*** Begin section ***

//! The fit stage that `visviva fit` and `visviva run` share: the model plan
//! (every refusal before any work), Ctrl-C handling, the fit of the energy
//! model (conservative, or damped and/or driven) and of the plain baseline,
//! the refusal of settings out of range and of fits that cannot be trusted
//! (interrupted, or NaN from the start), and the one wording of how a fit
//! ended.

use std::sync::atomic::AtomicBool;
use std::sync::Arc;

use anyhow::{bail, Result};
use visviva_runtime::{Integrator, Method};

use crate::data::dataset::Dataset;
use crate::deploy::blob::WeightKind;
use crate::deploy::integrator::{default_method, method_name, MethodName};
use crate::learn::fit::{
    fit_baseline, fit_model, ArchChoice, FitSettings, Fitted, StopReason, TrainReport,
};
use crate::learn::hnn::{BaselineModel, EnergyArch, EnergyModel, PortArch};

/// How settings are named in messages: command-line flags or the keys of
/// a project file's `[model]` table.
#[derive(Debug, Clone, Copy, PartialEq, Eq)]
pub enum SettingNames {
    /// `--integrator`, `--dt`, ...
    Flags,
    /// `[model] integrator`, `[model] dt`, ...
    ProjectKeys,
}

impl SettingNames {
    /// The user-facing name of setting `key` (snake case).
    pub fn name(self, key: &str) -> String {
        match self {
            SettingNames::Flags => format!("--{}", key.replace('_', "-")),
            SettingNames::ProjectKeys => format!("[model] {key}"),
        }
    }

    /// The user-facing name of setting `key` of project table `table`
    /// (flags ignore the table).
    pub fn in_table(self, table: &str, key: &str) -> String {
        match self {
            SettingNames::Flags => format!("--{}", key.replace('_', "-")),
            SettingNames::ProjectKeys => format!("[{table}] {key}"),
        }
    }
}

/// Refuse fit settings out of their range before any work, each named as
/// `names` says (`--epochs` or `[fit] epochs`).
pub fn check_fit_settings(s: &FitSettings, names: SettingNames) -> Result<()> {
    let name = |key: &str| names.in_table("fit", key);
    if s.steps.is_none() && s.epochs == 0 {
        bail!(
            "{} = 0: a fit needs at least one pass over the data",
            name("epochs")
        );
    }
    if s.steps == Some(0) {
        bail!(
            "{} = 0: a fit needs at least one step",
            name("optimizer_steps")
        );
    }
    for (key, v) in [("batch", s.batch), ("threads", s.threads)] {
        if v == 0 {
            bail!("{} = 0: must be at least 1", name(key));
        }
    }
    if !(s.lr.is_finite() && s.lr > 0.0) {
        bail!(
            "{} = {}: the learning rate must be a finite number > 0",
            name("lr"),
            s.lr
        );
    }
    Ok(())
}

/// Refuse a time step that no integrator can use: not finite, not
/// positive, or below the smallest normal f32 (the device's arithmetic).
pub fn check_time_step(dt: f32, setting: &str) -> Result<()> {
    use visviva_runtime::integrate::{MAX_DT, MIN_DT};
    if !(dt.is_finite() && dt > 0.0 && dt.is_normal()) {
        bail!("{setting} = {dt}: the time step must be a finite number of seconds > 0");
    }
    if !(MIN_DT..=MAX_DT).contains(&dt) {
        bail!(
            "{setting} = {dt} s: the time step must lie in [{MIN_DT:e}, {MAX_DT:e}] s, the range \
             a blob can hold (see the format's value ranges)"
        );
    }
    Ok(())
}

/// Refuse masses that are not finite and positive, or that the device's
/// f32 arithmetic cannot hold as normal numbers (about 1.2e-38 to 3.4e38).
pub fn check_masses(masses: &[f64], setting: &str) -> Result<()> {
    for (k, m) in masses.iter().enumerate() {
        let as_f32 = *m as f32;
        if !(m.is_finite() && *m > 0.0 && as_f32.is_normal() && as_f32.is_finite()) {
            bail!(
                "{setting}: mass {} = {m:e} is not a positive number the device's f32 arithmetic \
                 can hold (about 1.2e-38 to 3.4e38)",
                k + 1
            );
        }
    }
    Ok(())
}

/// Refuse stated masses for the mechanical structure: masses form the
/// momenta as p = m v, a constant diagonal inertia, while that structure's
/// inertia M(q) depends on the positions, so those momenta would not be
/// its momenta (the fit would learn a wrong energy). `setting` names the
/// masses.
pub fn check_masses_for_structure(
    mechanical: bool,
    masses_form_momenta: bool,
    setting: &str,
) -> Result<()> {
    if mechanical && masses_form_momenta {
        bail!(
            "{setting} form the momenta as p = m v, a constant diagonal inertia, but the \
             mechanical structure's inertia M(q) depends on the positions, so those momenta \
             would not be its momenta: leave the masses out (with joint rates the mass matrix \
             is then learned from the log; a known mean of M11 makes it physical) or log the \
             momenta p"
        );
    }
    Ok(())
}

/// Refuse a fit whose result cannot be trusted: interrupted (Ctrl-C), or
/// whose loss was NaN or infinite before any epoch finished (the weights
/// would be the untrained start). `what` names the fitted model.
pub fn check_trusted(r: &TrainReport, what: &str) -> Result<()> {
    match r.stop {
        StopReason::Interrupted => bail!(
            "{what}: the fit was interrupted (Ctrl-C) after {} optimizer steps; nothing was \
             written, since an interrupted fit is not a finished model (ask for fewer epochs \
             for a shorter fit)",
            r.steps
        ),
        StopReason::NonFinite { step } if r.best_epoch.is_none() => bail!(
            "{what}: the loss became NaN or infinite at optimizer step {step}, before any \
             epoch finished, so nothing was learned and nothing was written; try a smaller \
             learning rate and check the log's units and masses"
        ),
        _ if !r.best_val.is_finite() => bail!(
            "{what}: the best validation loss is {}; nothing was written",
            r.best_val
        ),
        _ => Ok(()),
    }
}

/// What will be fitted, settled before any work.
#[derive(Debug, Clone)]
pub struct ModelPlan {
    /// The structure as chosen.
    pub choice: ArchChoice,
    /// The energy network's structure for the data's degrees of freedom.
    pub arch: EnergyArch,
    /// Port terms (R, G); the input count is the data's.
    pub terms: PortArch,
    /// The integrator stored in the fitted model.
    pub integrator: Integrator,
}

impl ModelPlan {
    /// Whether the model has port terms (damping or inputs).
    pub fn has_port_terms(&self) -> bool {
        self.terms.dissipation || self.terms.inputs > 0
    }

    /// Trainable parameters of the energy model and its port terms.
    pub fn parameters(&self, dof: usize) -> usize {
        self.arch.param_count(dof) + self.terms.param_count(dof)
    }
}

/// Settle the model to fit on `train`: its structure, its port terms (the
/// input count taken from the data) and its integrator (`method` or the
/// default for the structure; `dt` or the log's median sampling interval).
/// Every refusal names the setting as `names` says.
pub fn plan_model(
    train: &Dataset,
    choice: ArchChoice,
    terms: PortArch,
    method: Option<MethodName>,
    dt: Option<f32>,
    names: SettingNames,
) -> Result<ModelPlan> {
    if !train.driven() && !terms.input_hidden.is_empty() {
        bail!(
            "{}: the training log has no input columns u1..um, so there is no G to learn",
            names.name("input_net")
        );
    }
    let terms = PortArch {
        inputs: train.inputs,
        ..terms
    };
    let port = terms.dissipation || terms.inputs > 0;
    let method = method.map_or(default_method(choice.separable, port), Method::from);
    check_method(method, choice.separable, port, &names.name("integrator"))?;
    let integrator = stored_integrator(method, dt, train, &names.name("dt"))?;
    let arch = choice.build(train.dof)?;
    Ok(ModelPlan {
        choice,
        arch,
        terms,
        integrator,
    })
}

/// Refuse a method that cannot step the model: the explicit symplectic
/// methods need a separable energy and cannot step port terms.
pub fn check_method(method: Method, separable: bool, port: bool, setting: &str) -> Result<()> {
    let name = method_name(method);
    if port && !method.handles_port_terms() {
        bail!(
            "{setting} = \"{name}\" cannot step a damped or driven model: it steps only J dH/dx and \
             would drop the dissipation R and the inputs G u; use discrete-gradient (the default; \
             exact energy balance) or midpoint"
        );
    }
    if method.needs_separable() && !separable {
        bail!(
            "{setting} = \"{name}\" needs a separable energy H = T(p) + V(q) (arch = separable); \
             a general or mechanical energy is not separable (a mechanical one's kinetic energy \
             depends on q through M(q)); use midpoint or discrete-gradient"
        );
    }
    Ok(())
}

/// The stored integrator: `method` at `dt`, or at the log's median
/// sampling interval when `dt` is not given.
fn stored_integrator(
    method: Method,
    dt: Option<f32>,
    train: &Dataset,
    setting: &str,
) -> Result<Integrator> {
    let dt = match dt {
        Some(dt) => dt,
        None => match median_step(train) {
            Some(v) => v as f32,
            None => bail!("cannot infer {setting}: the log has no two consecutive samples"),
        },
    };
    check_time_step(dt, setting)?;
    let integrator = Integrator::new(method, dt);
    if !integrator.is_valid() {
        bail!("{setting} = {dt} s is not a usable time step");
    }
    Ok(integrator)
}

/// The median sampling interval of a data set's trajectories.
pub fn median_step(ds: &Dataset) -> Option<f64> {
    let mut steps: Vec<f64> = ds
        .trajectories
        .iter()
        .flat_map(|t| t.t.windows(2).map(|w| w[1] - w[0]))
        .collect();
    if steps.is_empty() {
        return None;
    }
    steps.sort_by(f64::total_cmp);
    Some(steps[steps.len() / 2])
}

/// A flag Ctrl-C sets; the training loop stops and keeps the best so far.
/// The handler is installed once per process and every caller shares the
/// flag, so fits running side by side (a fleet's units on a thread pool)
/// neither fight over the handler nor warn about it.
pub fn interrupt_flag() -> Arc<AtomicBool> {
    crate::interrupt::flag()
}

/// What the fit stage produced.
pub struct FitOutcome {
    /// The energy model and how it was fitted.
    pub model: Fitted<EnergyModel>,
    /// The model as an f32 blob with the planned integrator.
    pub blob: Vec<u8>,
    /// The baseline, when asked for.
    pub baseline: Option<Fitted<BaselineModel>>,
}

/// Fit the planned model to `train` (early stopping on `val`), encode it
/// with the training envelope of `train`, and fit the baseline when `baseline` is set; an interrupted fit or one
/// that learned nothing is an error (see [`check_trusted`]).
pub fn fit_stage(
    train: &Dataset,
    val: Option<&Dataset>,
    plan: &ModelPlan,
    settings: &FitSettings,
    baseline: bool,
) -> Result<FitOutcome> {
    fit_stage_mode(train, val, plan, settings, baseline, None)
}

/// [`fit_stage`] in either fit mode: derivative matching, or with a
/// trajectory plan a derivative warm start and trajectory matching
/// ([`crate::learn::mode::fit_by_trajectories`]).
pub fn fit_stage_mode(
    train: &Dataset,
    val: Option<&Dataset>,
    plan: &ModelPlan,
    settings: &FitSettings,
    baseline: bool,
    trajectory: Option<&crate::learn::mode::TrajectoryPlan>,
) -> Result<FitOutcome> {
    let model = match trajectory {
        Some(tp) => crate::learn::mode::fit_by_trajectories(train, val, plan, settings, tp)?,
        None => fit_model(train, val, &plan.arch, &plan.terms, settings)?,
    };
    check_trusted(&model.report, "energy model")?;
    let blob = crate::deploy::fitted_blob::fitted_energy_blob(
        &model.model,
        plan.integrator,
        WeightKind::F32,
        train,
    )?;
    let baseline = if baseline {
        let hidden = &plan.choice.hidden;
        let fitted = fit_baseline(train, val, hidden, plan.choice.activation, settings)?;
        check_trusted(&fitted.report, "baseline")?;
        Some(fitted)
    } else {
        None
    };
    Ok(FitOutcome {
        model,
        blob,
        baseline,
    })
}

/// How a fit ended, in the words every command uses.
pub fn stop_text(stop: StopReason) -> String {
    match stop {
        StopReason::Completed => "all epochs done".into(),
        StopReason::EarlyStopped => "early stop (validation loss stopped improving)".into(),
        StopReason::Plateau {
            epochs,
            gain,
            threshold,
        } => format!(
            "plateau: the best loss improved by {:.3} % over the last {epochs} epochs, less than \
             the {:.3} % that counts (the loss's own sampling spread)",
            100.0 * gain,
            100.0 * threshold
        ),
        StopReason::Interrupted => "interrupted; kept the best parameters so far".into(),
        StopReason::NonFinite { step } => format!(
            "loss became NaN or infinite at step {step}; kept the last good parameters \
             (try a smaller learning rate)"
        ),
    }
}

*** End section ***

Your task is to transcribe, with no changes, only the lines of the listing above that lie between the line holding "written, since an" and the line holding "if r.best_epoch.is_none() =>", inclusive.

             written, since an interrupted fit is not a finished model (ask for fewer epochs \
             for a shorter fit)",
            r.steps
        ),
        StopReason::NonFinite { step } if r.best_epoch.is_none() => bail!(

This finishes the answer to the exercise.